(Beginning of Input)

"""Calibration: over corpora with nothing planted, p < 0.05 about 5% of the time (slow: -m slow)."""

import gzip
import importlib.util
import json
from pathlib import Path

import numpy as np
import pytest

from tracer.core.counting import CountSettings
from tracer.corpus.ingest import ingest
from tracer.corpus.slices import slice_from_spec
from tracer.corpus.workspace import Workspace
from tracer.core.ppmi_svd import PpmiSvdSettings
from tracer.analysis.measure import measure
from tracer.provenance.specs import load_tests

DEMO = Path(__file__).resolve().parents[2] / "corpora_demo"
_spec = importlib.util.spec_from_file_location("gen", DEMO / "generate_demo_corpus.py")
gen = importlib.util.module_from_spec(_spec)
_spec.loader.exec_module(gen)
TESTS = load_tests(Path(__file__).resolve().parents[2] / "configs" / "demo_tests.toml")


def null_p_values(tmp_path, n_corpora: int) -> np.ndarray:
    """p-values of the planted tests on corpora generated with every group sentence balanced."""
    tests = {k: TESTS[k] for k in ("gazette_outlet", "rise_and_fall", "tribune_mix", "control_groups")}
    ps = []
    for seed in range(n_corpora):
        docs, planted = gen.generate(10_000 + seed, docs_per_year=8, plant=False)
        assert not planted
        path = tmp_path / f"c{seed}.jsonl.gz"
        with gzip.open(path, "wt", encoding="utf-8") as f:
            f.writelines(json.dumps(d) + "\n" for d in docs)
        ingest(tmp_path / f"w{seed}", [path])
        ws = Workspace(tmp_path / f"w{seed}")
        r = measure(ws, tests, "ppmi-svd", [slice_from_spec(ws, "all")], CountSettings(), PpmiSvdSettings(dim=50))
        ps.extend(r.summary.p_value.to_list())
    return np.array(ps)


@pytest.mark.slow
def test_false_positive_rate_is_near_five_percent(tmp_path):
    ps = null_p_values(tmp_path, 200)  # 200 corpora x 4 exchangeable test pairs = 800 p-values
    rate = float(np.mean(ps < 0.05))
    print(f"share of p < 0.05 over {len(ps)} null p-values: {rate:.3f}")
    # binomial standard error at 5% over 800 values is 0.77 points; allow about three of them
    # (the four tests of one corpus are not independent, so the real spread is a little wider)
    assert 0.025 <= rate <= 0.075, rate
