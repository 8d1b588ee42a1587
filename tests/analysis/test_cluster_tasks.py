"""Bootstrap replicates and verification retrains on a dask.distributed LocalCluster give the tables
the local path gives, bit for bit.

A workspace opened with a scheduler (``open_workspace(path, scheduler=ADDRESS)``) hands its
independent tasks to that cluster (:class:`tracer.provenance.cluster.ClusterTasks`); without one they
run in this process (``TRACER_REPLICATE_WORKERS`` = 1 here). The reference is the local path itself:
the tables must be equal exactly (``pandas.testing.assert_frame_equal`` with ``check_exact``). A
cluster that handed results back in another order than the items', or ran something other than the
caller's function on the caller's inputs, fails these.
"""

import functools
import operator
from pathlib import Path

import numpy as np
import pandas as pd
import pytest

from tracer.analysis.measure import MeasureSettings, measure
from tracer.analysis.trace import TraceSettings, trace
from tracer.core import replicate_pool
from tracer.core.association import weat
from tracer.core.counting import CountSettings
from tracer.core.ppmi_svd import PpmiSvdSettings
from tracer.core.replicate_pool import WORKERS_ENV, LocalTasks
from tracer.core.word2vec import Word2VecSettings
from tracer.corpus.slices import Slice, slice_from_spec
from tracer.provenance.cache import open_workspace
from tracer.provenance.specs import load_tests

distributed = pytest.importorskip("distributed", reason="the dask extra is not installed (pip install '.[dask]')")

TESTS = load_tests(Path(__file__).resolve().parents[2] / "configs" / "demo_tests.toml")
COUNTS, SVD = CountSettings(window=5, min_count=5), PpmiSvdSettings(dim=50)


@pytest.fixture(scope="module")
def address():
    from distributed import LocalCluster
    # worker processes, as a real cluster has: every task's function and inputs travel pickled
    with LocalCluster(n_workers=2, threads_per_worker=1, processes=True, dashboard_address=":0") as cluster:
        yield cluster.scheduler_address


def _in_this_process(fn, items, workers=1):
    """The local pool's tasks, run here (what one worker does)."""
    return lambda: [fn(item) for item in items]


def _refuse(*a, **k):
    """In place of the local pool when the tasks must run on the cluster."""
    raise AssertionError("ran on the local replicate pool")


def test_tasks_keep_the_order_of_the_items_and_raise_a_task_error(address):
    from tracer.provenance.cluster import ClusterTasks
    items = list(range(40))
    # against Python's own map of the same function
    assert ClusterTasks(address).submit(functools.partial(operator.mul, 3), items)() == list(map(lambda i: 3 * i, items))
    with pytest.raises(ZeroDivisionError):
        ClusterTasks(address).submit(functools.partial(operator.truediv, 1), [1, 0, 2])()


def test_tasks_go_to_the_workspace_scheduler_else_to_the_local_pool(demo_ws, address, monkeypatch):
    from tracer.provenance.cluster import ClusterTasks, tasks_for
    monkeypatch.setenv(WORKERS_ENV, "2")
    assert tasks_for(demo_ws, 1, 10) == LocalTasks(2)
    assert tasks_for(demo_ws, 1, 1) == LocalTasks(1)  # no more workers than tasks
    on_cluster = tasks_for(open_workspace(demo_ws.path, scheduler=address), 1, 10)
    assert isinstance(on_cluster, ClusterTasks) and on_cluster.scheduler == address


def _measured(ws):
    sl = slice_from_spec(ws, "time=1960..1969")
    tests = {n: TESTS[n] for n in ("rise_and_fall", "tribune_mix", "gazette_outlet")}
    return measure(ws, tests, "ppmi-svd", [sl], COUNTS, SVD, MeasureSettings(bootstrap=4))


def test_measure_with_bootstrap_on_the_cluster_equals_the_local_tables(demo_ws, address, monkeypatch):
    monkeypatch.setattr(replicate_pool, "submit_replicates", _in_this_process)
    local = _measured(demo_ws)
    monkeypatch.setattr(replicate_pool, "submit_replicates", _refuse)
    remote = _measured(open_workspace(demo_ws.path, scheduler=address))
    assert len(local.replicates) == 12 and local.replicates["gap"].notna().all()
    # the replicates differ from each other, so an order swapped between them shows
    assert local.replicates.groupby("test")["gap"].nunique().min() == 4
    for part in ("summary", "replicates", "words", "leave_one_out"):
        pd.testing.assert_frame_equal(getattr(local, part), getattr(remote, part), check_exact=True)


def _verified(ws, model="ppmi-svd", model_settings=SVD, spec="all", **kw):
    sl = slice_from_spec(ws, spec)
    return trace(ws, TESTS["tribune_mix"], model, sl, COUNTS, model_settings, TraceSettings(verify=3, **kw))


def test_trace_verification_on_the_cluster_equals_the_local_tables(demo_ws, address, monkeypatch):
    monkeypatch.setattr(replicate_pool, "submit_replicates", _in_this_process)
    local = _verified(demo_ws)
    monkeypatch.setattr(replicate_pool, "submit_replicates", _refuse)
    remote = _verified(open_workspace(demo_ws.path, scheduler=address))
    rows = local.verification.rows
    assert len(rows) == 3 + 3 and rows["actual"].notna().all()
    pd.testing.assert_frame_equal(rows, remote.verification.rows, check_exact=True)
    pd.testing.assert_frame_equal(local.sources, remote.sources, check_exact=True)
    assert remote.verification.headline() == local.verification.headline()


def test_a_retrain_task_gives_the_model_trained_directly(demo_ws, address):
    """The retrained change of the top source, from the cluster's tasks, against a model trained
    here without that source by train_embedding (the library's one training path)."""
    from tracer.provenance.models import train_embedding
    r = _verified(open_workspace(demo_ws.path, scheduler=address))
    row = r.verification.rows.iloc[0]
    source = row["removed"].removeprefix("source=")
    sl = slice_from_spec(demo_ws, "all")
    test = TESTS["tribune_mix"]
    assert row["removed"].startswith("source=")

    def gap(weights):
        sub = Slice("all (reduced)", weights, int((weights > 0).sum()), 0)
        e = train_embedding(demo_ws, sub, "ppmi-svd", COUNTS, SVD, save=False)
        return weat(e.unit_vectors, e.index, test, with_p=False).gap

    without = sl.weights * (demo_ws.documents["source"].to_numpy() != source)
    assert row["documents"] == int((sl.weights - without).sum())
    # the change is taken from the traced model's own gap (for PPMI-SVD the attribution's base)
    assert row["actual_gap"] == gap(without) - r.gap


def test_word2vec_retrains_on_the_cluster_equal_the_local_ones(demo_ws, address, monkeypatch):
    """word2vec retrains run as tasks that open the workspace by its path; with one gensim worker
    and a seed, a worker process trains the same vectors as this one."""
    w2v = Word2VecSettings(dim=16, epochs=1, seed=2)
    monkeypatch.setattr(replicate_pool, "submit_replicates", _in_this_process)
    # one decade (about a seventh of the tokens): 14 word2vec trainings a side, each a few tenths of a second
    kw = dict(spec="time=1980..1989", seeds=2, top=3, candidates=20)
    local = _verified(demo_ws, "word2vec", w2v, **kw)
    monkeypatch.setattr(replicate_pool, "submit_replicates", _refuse)
    remote = _verified(open_workspace(demo_ws.path, scheduler=address), "word2vec", w2v, **kw)
    rows = local.verification.rows
    assert rows["seed_spread"].gt(0).all()  # two seeds, two different models each
    pd.testing.assert_frame_equal(rows, remote.verification.rows, check_exact=True)
    assert (local.effect_size, local.gap) == (remote.effect_size, remote.gap)


def test_one_local_worker_makes_each_counts_after_the_svd_before(demo_ws, monkeypatch):
    """With one local worker the retrains' counts are made one at a time, between the SVDs (not all
    held at once), and each embedding is the one embedding_from_counts makes of the same counts."""
    from tracer.provenance import models
    from tracer.provenance.counts import count_slice
    from tracer.provenance.models import embedding_from_counts, start_embeddings_from_counts
    monkeypatch.setenv(WORKERS_ENV, "1")
    events, real = [], models.ppmi_svd_vectors
    monkeypatch.setattr(models, "ppmi_svd_vectors", lambda m, settings: events.append("svd") or real(m, settings))
    specs = ("all", "time=1960..1969", "time=1970..1979")

    def made():
        for spec in specs:
            sl = slice_from_spec(demo_ws, spec)
            events.append("count")
            yield sl, count_slice(demo_ws, sl.weights, COUNTS, slice_name=sl.name)

    got = start_embeddings_from_counts(demo_ws, made(), SVD, len(specs))()
    assert events == ["count", "svd"] * len(specs)
    for emb, (sl, c) in zip(got, made()):
        want = embedding_from_counts(demo_ws, sl, c, SVD)
        assert emb.words == want.words and np.array_equal(emb.vectors, want.vectors)


def test_word2vec_bootstrap_replicates_on_the_cluster_equal_the_local_ones(demo_ws, address, monkeypatch):
    """word2vec replicates are tasks too (one per seed); the first one against a model trained here
    by train_embedding on the same resample (the path the replicates took before they were tasks)."""
    from tracer.analysis.measure import bootstrap_stream, bootstrap_weights
    from tracer.provenance.models import train_embedding
    w2v = Word2VecSettings(dim=16, epochs=1, seed=4)
    sl = slice_from_spec(demo_ws, "time=1960..1969")
    tests = {"tribune_mix": TESTS["tribune_mix"]}
    settings = MeasureSettings(bootstrap=3, seeds=2)

    def run(ws):
        return measure(ws, tests, "word2vec", [sl], COUNTS, w2v, settings).replicates

    monkeypatch.setattr(replicate_pool, "submit_replicates", _in_this_process)
    local = run(demo_ws)
    monkeypatch.setattr(replicate_pool, "submit_replicates", _refuse)
    pd.testing.assert_frame_equal(local, run(open_workspace(demo_ws.path, scheduler=address)), check_exact=True)
    assert len(local) == 3 and local["gap"].nunique() == 3
    first = bootstrap_weights(sl, bootstrap_stream(settings.seed, sl.name))
    gaps = [weat(e.unit_vectors, e.index, TESTS["tribune_mix"], with_p=False).gap
            for e in (train_embedding(demo_ws, sl, "word2vec", COUNTS, Word2VecSettings(dim=16, epochs=1, seed=4 + k),
                                      weights=first, save=False) for k in range(2))]
    assert local["gap"].iloc[0] == pytest.approx(np.mean(gaps), abs=0, rel=1e-12)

(End of Input)

Every line of the material that holds the word "inputs" must be found and copied.

caller's function on the caller's inputs, fails these.
    # worker processes, as a real cluster has: every task's function and inputs travel pickled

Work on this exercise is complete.